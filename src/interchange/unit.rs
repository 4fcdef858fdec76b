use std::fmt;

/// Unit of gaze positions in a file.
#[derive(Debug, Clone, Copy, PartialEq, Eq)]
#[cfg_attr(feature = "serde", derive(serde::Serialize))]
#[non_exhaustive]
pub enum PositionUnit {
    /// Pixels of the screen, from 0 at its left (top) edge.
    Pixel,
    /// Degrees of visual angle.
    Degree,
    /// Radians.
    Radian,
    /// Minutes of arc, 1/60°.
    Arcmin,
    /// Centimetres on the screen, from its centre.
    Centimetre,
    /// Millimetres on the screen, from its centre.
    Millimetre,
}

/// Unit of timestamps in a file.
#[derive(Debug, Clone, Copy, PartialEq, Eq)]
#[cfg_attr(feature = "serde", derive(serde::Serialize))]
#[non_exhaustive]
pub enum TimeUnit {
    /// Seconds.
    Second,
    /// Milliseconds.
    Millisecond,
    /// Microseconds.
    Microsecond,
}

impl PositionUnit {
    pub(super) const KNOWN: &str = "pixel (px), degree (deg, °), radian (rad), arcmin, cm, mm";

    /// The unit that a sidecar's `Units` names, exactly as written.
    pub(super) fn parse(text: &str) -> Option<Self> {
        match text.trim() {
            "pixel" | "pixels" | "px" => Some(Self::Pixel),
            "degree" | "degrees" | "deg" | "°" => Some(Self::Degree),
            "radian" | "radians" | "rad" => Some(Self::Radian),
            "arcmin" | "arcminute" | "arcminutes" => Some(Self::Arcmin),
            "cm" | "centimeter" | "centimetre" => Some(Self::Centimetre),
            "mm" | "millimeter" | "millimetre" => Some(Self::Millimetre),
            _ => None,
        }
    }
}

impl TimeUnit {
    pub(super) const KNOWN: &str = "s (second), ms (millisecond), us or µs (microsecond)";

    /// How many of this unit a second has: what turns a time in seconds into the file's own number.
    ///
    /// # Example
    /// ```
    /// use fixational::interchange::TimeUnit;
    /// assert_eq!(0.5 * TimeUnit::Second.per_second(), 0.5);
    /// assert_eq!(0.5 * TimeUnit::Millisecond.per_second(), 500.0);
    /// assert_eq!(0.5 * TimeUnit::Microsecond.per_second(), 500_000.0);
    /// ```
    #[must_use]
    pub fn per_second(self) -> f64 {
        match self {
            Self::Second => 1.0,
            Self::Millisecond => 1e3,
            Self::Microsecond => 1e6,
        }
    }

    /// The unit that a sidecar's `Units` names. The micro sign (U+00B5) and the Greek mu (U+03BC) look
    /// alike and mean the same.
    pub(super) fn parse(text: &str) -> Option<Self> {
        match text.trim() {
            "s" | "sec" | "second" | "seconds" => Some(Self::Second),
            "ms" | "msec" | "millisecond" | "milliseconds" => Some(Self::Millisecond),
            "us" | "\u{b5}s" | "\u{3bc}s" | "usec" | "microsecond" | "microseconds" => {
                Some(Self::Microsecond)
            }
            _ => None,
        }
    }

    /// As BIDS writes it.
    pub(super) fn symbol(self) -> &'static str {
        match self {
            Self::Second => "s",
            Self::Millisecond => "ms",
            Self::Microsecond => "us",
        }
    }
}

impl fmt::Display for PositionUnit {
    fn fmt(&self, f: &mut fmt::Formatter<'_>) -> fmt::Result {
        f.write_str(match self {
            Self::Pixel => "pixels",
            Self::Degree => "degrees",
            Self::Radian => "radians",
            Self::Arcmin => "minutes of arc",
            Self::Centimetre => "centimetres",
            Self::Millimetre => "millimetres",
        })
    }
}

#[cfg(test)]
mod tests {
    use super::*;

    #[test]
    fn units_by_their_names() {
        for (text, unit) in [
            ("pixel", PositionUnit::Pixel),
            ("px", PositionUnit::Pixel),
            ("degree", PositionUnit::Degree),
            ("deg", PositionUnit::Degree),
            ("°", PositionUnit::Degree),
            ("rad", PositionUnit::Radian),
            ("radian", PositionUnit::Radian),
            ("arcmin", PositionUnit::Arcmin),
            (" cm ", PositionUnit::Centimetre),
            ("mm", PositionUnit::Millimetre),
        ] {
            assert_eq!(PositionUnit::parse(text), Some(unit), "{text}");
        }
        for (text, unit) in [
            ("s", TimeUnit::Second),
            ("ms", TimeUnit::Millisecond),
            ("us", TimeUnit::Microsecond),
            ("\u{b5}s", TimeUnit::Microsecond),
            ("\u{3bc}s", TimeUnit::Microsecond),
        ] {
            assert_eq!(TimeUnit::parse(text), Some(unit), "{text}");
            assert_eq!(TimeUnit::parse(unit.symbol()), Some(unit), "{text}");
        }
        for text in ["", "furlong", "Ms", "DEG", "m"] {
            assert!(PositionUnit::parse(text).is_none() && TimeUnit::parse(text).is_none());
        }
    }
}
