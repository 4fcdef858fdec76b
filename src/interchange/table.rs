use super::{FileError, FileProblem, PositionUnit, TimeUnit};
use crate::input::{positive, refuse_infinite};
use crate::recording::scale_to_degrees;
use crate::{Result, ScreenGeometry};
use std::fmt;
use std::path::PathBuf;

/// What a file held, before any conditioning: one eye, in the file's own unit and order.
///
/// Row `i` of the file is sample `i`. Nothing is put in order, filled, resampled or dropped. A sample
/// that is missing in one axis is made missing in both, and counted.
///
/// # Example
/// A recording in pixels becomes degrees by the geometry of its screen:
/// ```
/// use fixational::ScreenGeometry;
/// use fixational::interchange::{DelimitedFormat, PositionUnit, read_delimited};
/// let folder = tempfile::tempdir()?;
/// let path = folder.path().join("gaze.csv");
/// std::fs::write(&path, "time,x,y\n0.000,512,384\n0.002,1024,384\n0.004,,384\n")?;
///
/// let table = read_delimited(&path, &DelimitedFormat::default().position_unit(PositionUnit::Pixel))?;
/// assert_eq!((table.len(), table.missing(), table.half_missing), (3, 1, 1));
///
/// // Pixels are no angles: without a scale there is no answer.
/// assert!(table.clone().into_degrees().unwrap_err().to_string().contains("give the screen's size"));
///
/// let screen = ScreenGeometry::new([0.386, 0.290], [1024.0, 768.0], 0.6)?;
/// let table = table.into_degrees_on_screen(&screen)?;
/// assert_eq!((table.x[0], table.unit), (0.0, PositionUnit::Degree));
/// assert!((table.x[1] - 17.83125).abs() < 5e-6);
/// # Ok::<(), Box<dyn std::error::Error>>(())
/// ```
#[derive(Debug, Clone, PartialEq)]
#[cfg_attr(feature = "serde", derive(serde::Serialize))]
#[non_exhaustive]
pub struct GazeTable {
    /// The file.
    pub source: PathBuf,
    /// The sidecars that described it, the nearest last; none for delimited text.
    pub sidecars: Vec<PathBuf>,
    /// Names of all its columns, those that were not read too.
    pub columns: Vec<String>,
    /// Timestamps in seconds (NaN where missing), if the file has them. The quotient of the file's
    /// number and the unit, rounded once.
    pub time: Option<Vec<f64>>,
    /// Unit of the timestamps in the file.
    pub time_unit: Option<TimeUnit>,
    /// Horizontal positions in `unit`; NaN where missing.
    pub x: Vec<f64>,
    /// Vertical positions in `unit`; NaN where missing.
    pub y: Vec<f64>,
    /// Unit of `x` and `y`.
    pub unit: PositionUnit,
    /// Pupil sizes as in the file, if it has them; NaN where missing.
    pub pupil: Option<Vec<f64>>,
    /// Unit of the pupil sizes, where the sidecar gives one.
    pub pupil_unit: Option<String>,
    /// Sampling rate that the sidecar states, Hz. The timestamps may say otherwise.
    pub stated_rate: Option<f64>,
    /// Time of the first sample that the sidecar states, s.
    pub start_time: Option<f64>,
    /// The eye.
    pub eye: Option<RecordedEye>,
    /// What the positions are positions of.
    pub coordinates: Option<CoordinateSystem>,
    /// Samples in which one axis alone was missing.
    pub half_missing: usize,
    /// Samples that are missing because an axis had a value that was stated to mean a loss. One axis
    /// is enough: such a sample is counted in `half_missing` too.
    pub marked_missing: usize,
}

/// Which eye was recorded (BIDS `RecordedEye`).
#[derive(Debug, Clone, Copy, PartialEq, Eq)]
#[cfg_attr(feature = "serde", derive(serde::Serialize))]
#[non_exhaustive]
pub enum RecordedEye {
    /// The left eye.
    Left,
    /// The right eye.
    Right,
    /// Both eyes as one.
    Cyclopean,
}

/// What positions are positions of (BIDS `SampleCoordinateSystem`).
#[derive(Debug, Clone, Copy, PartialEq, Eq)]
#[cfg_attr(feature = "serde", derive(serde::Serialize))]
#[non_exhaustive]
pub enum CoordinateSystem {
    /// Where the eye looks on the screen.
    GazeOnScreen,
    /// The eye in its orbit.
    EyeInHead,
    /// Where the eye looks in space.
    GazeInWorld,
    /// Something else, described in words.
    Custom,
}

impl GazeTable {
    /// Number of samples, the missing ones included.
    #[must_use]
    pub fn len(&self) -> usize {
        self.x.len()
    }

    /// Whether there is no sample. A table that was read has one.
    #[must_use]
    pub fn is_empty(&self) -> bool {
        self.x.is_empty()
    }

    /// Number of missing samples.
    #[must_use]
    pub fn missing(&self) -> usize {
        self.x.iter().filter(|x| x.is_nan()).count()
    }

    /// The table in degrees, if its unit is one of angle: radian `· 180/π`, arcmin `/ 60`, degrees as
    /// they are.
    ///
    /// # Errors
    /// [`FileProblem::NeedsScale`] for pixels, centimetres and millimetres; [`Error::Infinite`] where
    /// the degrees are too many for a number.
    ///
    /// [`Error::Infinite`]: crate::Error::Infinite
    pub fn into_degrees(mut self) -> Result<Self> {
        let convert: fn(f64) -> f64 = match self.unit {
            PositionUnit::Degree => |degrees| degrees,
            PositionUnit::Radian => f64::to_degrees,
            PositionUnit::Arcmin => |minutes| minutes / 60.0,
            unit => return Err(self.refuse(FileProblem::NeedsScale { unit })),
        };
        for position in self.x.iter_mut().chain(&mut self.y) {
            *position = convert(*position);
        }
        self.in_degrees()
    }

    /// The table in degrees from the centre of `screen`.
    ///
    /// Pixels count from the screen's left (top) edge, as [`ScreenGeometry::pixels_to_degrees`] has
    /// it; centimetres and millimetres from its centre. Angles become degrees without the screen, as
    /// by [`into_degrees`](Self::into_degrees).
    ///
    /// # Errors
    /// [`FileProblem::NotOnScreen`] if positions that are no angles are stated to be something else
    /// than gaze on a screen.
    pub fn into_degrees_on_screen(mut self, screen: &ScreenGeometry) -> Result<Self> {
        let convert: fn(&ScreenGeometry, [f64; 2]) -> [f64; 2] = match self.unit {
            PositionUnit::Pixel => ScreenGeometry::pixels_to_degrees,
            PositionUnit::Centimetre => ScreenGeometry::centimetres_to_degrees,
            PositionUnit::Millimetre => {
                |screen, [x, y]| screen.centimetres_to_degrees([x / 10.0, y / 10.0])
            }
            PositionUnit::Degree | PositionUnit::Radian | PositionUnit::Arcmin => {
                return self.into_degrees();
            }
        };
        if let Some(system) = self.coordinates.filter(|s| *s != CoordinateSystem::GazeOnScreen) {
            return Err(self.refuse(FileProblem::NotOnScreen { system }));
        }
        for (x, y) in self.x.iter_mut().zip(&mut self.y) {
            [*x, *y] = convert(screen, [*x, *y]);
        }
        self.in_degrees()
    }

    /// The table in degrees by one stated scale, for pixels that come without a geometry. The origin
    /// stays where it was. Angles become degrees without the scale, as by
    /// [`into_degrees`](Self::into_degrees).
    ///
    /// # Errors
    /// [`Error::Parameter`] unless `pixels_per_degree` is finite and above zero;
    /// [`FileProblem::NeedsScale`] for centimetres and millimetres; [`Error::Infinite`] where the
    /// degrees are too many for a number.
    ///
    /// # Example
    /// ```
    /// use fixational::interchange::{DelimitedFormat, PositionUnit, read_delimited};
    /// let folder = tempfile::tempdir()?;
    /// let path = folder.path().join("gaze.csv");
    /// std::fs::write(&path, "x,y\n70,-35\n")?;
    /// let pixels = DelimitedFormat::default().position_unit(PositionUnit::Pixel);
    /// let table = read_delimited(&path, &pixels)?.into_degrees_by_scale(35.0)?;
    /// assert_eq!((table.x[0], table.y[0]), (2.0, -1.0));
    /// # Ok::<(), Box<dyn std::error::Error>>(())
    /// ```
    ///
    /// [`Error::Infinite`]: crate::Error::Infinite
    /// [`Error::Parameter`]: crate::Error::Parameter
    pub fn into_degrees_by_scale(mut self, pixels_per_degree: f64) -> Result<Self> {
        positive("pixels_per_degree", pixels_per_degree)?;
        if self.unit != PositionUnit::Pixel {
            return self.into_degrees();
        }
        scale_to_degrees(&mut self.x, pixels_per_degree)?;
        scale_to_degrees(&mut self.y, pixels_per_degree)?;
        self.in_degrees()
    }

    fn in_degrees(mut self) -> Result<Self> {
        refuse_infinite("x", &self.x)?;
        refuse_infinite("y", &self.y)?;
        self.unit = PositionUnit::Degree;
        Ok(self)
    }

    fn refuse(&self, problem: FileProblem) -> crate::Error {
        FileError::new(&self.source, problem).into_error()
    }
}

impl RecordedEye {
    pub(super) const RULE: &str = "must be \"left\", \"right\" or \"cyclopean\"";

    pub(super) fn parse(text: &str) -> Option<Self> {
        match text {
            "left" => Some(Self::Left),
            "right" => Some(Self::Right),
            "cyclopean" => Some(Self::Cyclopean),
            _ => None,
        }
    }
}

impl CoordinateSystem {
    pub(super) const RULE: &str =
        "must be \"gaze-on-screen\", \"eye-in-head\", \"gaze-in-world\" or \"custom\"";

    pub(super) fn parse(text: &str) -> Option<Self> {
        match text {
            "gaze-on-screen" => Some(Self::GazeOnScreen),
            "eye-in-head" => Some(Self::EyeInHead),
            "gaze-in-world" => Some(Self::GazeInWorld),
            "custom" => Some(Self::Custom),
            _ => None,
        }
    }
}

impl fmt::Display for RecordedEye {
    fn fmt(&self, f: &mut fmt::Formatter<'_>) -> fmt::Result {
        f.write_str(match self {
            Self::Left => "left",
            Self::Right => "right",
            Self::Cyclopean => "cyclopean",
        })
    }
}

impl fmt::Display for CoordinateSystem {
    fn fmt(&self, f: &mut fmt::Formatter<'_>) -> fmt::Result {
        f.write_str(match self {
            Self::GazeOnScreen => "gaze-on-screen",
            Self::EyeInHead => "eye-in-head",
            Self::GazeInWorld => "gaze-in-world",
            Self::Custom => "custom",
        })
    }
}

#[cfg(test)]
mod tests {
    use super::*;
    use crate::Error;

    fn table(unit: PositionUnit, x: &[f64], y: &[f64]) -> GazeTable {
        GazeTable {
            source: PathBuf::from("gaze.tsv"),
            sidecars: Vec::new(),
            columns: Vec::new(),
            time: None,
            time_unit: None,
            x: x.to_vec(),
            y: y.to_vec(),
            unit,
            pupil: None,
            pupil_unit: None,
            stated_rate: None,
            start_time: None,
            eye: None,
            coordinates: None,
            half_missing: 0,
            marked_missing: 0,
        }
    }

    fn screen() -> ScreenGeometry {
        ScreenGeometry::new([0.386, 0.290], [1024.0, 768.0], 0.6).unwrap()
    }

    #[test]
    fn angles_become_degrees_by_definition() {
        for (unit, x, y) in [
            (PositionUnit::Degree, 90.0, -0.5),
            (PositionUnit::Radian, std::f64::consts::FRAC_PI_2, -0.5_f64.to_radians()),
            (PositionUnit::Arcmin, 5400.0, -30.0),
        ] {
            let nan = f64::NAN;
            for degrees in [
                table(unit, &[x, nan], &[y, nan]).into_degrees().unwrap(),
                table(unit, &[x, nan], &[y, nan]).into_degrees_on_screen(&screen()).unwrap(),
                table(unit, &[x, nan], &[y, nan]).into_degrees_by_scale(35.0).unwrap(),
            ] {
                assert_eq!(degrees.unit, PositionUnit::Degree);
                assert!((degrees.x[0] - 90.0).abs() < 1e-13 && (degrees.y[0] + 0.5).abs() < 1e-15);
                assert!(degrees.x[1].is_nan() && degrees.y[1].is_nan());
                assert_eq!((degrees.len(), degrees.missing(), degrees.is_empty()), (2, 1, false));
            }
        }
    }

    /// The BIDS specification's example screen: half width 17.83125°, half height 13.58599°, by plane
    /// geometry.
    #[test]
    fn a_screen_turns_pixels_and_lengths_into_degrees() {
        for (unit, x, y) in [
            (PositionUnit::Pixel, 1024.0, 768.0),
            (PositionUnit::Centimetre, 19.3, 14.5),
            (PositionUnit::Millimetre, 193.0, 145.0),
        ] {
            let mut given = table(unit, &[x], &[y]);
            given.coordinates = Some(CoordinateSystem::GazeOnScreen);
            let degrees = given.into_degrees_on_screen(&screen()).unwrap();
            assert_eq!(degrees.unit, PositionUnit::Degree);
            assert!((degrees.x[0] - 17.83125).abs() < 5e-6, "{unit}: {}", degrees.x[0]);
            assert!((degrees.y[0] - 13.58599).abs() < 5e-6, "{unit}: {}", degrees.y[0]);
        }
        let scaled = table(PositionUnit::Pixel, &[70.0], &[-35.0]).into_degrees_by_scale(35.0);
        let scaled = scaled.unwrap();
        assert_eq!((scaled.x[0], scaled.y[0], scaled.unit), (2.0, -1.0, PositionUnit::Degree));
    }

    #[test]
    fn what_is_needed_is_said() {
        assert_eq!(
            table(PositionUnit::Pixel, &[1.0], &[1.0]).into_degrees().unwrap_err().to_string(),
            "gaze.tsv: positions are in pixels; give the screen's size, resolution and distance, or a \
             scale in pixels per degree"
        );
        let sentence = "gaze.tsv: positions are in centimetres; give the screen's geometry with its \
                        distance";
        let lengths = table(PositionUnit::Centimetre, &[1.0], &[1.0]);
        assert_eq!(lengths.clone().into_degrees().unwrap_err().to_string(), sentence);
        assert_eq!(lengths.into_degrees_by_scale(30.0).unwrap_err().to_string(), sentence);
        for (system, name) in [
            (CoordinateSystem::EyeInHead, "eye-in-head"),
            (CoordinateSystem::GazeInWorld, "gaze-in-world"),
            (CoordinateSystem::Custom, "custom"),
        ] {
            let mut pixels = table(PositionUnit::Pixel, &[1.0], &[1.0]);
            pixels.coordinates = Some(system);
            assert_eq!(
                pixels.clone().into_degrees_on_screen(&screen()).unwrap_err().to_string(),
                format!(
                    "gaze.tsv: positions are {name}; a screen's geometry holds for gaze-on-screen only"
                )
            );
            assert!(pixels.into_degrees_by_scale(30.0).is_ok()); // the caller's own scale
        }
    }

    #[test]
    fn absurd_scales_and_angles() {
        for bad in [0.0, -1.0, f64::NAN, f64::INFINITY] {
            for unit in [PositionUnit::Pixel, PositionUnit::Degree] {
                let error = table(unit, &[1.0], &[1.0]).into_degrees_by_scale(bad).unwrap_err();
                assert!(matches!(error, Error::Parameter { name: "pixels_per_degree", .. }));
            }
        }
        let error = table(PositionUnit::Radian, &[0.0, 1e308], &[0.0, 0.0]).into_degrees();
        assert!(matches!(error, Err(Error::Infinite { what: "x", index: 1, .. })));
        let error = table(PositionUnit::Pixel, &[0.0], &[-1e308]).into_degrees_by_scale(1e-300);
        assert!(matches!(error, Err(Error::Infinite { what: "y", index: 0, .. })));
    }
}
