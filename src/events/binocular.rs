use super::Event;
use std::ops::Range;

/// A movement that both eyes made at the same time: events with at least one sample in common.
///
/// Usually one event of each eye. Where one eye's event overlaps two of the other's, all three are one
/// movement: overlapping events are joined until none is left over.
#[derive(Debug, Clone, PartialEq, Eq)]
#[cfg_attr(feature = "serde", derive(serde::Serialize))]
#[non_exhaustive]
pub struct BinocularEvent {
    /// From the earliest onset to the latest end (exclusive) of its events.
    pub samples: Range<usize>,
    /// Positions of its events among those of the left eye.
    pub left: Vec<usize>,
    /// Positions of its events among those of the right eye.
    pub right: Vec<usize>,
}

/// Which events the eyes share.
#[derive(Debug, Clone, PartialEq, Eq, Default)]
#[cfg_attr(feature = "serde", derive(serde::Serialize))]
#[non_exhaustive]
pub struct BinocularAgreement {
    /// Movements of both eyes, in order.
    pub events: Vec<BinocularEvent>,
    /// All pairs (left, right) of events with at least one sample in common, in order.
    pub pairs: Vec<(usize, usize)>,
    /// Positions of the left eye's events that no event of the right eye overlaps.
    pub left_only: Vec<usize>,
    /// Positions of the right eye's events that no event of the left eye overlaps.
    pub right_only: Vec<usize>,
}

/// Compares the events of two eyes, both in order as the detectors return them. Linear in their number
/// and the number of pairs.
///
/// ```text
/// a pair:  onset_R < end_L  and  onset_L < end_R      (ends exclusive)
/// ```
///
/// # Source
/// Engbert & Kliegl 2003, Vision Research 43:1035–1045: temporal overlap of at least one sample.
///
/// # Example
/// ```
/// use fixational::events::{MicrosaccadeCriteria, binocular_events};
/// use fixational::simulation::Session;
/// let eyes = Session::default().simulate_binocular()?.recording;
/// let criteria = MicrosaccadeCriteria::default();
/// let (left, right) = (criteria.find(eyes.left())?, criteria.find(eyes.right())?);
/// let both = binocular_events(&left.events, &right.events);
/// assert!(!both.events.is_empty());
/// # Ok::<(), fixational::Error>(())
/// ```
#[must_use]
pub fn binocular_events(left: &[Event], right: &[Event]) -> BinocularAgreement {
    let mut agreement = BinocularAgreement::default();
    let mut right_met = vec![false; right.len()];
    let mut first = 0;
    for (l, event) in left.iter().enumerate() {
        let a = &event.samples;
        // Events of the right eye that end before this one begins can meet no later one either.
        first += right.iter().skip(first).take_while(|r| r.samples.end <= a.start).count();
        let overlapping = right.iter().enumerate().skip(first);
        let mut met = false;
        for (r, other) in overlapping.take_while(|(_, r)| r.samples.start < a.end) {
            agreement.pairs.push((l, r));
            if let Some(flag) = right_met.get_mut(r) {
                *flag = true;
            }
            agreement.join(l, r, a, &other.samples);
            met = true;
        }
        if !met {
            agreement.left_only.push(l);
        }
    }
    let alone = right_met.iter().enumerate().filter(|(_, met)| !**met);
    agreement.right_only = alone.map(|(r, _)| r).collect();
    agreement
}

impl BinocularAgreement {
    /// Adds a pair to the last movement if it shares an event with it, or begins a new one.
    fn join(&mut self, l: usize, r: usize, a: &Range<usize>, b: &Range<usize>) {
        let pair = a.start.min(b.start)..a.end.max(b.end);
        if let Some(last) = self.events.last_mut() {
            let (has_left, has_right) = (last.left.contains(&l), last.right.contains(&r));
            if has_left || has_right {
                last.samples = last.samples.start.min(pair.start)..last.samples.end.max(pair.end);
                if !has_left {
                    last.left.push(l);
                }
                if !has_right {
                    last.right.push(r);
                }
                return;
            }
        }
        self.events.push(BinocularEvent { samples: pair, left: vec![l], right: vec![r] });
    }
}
**********
### Directions for this task
Go through the listing above and find each line that contains "Parameter", then copy it.

### Exercise response
    /// [`Error::Parameter`] unless `pixels_per_degree` is finite and above zero;
    /// [`Error::Parameter`]: crate::Error::Parameter
                assert!(matches!(error, Error::Parameter { name: "pixels_per_degree", .. }));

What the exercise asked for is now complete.